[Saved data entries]
┄┄┄┄┄┄┄┄┄┄
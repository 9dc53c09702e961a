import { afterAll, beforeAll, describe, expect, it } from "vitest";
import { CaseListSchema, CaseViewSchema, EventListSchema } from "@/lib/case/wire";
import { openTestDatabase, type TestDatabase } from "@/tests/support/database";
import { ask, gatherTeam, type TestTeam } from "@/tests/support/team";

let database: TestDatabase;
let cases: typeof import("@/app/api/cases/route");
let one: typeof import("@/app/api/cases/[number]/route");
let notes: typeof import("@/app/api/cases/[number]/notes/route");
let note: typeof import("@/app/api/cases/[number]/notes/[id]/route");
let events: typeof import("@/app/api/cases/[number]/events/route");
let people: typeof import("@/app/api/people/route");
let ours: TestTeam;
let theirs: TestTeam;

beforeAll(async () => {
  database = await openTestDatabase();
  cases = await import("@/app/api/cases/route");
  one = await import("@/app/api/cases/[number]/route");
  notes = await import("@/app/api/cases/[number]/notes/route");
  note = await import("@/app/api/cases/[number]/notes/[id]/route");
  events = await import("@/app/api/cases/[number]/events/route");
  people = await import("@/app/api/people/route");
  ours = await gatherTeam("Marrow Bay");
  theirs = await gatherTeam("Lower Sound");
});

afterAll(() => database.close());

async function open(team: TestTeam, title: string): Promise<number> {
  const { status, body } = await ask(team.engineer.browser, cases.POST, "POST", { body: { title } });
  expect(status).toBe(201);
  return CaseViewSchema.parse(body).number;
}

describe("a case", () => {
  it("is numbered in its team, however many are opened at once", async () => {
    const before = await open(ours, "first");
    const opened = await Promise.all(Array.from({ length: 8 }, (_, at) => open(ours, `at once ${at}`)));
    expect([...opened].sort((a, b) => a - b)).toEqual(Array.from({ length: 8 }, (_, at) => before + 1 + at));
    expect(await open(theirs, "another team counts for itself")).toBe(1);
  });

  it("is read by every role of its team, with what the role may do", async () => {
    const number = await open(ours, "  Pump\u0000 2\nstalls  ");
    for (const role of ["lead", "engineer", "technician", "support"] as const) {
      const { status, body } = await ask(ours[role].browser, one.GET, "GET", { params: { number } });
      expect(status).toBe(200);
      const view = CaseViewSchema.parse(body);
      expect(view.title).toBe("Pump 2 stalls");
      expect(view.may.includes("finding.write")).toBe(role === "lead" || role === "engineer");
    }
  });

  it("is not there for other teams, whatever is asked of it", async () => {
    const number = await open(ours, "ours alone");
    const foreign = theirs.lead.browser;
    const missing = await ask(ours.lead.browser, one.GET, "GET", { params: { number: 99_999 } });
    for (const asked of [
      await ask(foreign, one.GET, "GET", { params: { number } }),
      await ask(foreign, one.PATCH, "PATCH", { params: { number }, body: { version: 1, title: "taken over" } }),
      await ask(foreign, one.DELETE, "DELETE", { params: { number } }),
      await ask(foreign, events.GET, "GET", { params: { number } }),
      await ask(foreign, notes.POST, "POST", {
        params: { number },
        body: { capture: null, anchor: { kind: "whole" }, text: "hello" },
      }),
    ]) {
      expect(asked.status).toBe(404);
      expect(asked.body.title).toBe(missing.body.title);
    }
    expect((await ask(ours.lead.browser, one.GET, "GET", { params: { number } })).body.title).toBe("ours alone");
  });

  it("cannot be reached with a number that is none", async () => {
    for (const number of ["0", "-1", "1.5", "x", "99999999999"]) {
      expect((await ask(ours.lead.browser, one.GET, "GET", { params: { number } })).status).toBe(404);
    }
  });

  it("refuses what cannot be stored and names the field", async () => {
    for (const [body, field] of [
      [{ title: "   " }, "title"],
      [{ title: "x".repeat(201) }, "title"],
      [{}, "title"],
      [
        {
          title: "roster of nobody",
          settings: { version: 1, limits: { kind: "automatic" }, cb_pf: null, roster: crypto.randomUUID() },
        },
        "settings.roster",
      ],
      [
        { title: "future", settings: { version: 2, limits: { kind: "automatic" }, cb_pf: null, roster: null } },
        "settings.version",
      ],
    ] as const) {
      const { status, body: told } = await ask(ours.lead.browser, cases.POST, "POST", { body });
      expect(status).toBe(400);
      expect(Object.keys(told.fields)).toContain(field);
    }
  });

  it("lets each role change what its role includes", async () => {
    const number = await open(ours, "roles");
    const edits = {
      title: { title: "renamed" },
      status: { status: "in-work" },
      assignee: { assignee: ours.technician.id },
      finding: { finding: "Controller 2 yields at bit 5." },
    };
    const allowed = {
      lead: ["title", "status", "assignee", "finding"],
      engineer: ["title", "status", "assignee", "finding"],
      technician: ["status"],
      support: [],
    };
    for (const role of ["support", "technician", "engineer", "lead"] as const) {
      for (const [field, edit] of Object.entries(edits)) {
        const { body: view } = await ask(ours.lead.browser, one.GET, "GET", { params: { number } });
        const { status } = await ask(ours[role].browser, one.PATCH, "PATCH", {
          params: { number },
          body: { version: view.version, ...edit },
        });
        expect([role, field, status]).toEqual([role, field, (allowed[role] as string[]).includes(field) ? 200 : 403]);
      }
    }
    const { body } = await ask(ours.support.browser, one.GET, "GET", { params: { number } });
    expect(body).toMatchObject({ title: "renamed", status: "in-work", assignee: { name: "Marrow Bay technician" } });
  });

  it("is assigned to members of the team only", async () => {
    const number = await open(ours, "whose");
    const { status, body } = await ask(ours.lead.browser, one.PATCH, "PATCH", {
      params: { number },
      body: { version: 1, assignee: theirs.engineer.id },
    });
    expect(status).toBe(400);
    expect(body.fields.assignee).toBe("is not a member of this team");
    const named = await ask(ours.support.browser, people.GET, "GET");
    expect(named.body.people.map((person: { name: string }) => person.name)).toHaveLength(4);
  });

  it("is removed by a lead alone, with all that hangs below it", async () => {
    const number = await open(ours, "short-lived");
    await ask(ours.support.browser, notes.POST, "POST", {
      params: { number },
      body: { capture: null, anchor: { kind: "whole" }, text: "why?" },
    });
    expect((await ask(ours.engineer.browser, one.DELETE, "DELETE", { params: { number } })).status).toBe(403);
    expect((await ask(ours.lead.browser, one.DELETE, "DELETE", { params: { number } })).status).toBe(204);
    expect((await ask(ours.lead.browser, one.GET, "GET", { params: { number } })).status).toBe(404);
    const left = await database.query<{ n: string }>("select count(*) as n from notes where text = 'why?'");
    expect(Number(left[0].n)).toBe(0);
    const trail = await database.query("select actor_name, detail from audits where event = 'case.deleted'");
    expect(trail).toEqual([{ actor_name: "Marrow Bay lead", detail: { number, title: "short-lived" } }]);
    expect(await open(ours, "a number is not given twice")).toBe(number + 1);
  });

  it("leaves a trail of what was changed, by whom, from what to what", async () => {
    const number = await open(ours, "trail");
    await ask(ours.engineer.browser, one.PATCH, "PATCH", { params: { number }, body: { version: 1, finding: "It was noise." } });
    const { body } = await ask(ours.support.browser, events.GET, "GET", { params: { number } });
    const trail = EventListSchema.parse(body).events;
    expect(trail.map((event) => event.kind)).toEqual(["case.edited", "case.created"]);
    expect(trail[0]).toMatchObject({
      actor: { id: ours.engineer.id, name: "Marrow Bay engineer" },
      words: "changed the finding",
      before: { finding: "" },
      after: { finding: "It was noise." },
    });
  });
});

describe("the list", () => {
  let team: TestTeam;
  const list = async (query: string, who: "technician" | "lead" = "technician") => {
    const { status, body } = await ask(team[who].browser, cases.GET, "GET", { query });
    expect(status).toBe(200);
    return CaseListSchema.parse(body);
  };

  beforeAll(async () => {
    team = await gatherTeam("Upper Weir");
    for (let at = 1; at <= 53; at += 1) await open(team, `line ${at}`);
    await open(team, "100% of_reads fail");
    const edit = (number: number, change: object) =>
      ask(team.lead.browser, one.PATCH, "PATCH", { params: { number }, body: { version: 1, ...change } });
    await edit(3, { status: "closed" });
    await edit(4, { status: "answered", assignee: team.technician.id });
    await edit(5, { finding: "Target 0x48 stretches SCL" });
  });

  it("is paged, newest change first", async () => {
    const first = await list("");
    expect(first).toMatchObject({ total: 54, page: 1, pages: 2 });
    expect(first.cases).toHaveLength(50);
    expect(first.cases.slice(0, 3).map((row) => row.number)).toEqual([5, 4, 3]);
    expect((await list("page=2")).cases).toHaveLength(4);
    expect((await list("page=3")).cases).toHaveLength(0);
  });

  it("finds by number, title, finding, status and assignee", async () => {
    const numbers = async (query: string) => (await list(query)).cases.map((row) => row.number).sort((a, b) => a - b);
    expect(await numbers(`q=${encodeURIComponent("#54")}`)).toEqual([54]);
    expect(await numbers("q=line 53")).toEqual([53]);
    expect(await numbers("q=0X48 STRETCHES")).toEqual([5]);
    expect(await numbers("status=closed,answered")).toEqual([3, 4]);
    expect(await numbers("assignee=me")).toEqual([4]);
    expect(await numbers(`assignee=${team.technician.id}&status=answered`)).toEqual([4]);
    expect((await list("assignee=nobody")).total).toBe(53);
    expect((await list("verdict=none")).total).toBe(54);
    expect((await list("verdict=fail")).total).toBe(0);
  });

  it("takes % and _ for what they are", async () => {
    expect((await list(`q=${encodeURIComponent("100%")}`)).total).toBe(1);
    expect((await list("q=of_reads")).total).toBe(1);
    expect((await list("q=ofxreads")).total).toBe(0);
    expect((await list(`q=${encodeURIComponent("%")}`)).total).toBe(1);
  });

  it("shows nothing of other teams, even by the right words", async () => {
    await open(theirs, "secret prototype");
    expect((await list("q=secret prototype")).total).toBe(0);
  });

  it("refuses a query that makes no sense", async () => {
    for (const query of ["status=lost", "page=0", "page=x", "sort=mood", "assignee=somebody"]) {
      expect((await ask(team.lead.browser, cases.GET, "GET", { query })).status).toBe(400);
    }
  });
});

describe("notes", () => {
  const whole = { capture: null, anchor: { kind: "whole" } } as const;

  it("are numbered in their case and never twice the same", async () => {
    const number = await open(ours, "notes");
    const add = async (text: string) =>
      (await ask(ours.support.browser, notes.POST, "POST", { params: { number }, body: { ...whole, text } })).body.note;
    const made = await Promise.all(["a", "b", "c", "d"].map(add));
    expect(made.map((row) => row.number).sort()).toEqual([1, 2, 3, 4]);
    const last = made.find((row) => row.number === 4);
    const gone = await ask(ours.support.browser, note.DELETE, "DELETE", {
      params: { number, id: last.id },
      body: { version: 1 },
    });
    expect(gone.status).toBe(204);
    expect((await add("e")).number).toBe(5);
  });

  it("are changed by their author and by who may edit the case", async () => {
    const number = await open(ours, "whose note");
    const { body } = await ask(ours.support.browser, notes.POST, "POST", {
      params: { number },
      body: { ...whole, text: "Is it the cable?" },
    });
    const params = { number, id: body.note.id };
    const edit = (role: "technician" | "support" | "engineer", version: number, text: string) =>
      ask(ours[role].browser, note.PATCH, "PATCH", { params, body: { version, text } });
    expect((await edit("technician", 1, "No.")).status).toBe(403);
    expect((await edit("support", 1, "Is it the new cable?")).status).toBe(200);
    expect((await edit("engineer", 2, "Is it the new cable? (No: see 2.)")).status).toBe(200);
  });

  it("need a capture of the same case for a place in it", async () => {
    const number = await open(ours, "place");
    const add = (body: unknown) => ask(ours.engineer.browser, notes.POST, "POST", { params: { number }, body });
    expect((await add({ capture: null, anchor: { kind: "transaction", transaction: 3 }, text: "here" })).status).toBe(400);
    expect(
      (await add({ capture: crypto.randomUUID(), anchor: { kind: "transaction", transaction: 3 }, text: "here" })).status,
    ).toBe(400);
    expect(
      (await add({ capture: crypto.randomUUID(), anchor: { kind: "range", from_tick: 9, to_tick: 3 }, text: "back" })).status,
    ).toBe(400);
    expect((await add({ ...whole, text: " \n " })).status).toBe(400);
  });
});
┄┄┄┄┄┄┄┄┄┄
=== Description of the task ===
Restate the data verbatim through the "let one: typeof" line.

=== Answer to this task ===
repository 9dc53c09702e961a
import { afterAll, beforeAll, describe, expect, it } from "vitest";
import { CaseListSchema, CaseViewSchema, EventListSchema } from "@/lib/case/wire";
import { openTestDatabase, type TestDatabase } from "@/tests/support/database";
import { ask, gatherTeam, type TestTeam } from "@/tests/support/team";

let database: TestDatabase;
let cases: typeof import("@/app/api/cases/route");
let one: typeof import("@/app/api/cases/[number]/route");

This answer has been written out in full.